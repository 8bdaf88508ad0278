// Package fit compares synthetic spectra with observed ones and fits model
// parameters to them: the χ² of a model against a calibrated, masked
// spectrum with uncertainties (Compare), and the photosphere velocity by a
// grid and a golden-section refinement (Sweep). It imports no GUI code;
// the workbench and the headless commands call it.
//
// χ²/N here measures the match. The model's systematic errors (LTE,
// incomplete atomic data, a sharp photosphere) usually dominate the noise,
// so χ² is not a likelihood and its curvature is not an honest error bar.
package fit
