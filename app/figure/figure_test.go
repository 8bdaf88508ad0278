package figure

import (
	"broadline/app/core"
	"image/color"
	"math"
	"testing"
)

// TestFigure renders the demo's first epoch with a model overlay and checks
// that both palette colours reach the image and that a removed range stays a
// gap (the line is broken into segments).
func TestFigure(t *testing.T) {
	b := demoBench(t)
	obs := b.Observed[0]
	ov := &core.Overlay{Wavelength: obs.Wavelength, Flux: obs.Flux}
	p, err := Spectrum(obs, ov, "test", core.UnitOf(""))
	if err != nil {
		t.Fatal(err)
	}
	img := Render(p, 800, 400)
	if b := img.Bounds(); b.Dx() != 800 || b.Dy() != 400 {
		t.Fatalf("image %v, want 800×400", b)
	}
	counts := map[color.NRGBA]int{}
	for y := 0; y < 400; y++ {
		for x := 0; x < 800; x++ {
			r, g, b, _ := img.At(x, y).RGBA()
			counts[color.NRGBA{uint8(r >> 8), uint8(g >> 8), uint8(b >> 8), 255}]++
		}
	}
	if counts[Palette.Model] < 100 {
		t.Errorf("model colour on %d pixels only", counts[Palette.Model])
	}
	// The demo removes two opaque water bands: the observed spectrum must
	// be drawn in three pieces, not joined across the gaps.
	if n := len(Segments(obs.Wavelength, obs.Flux, core.UnitOf(""))); n != 3 {
		t.Errorf("demo spectrum drawn in %d segments, want 3", n)
	}
	// A NaN breaks a line too.
	if n := len(Segments([]float64{1, 2, 3, 4, 5}, []float64{1, 1, math.NaN(), 1, 1}, core.UnitOf(""))); n != 2 {
		t.Errorf("NaN split into %d segments, want 2", n)
	}
	if _, err := Spectrum(obs, nil, "no flux", core.UnitOf("")); err != nil {
		t.Errorf("figure without overlay: %v", err)
	}
}

// demoBench loads the built-in demo.
func demoBench(t testing.TB) *core.Bench {
	t.Helper()
	b, err := core.Demo()
	if err != nil {
		t.Fatal(err)
	}
	return b
}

● Exercise aim: Go to the line in the material above that contains "8), uint8(g >>" and copy exactly from there through the line that contains "observed spectrum must", stopping after it.

● Result of this task:
			counts[color.NRGBA{uint8(r >> 8), uint8(g >> 8), uint8(b >> 8), 255}]++
		}
	}
	if counts[Palette.Model] < 100 {
		t.Errorf("model colour on %d pixels only", counts[Palette.Model])
	}
	// The demo removes two opaque water bands: the observed spectrum must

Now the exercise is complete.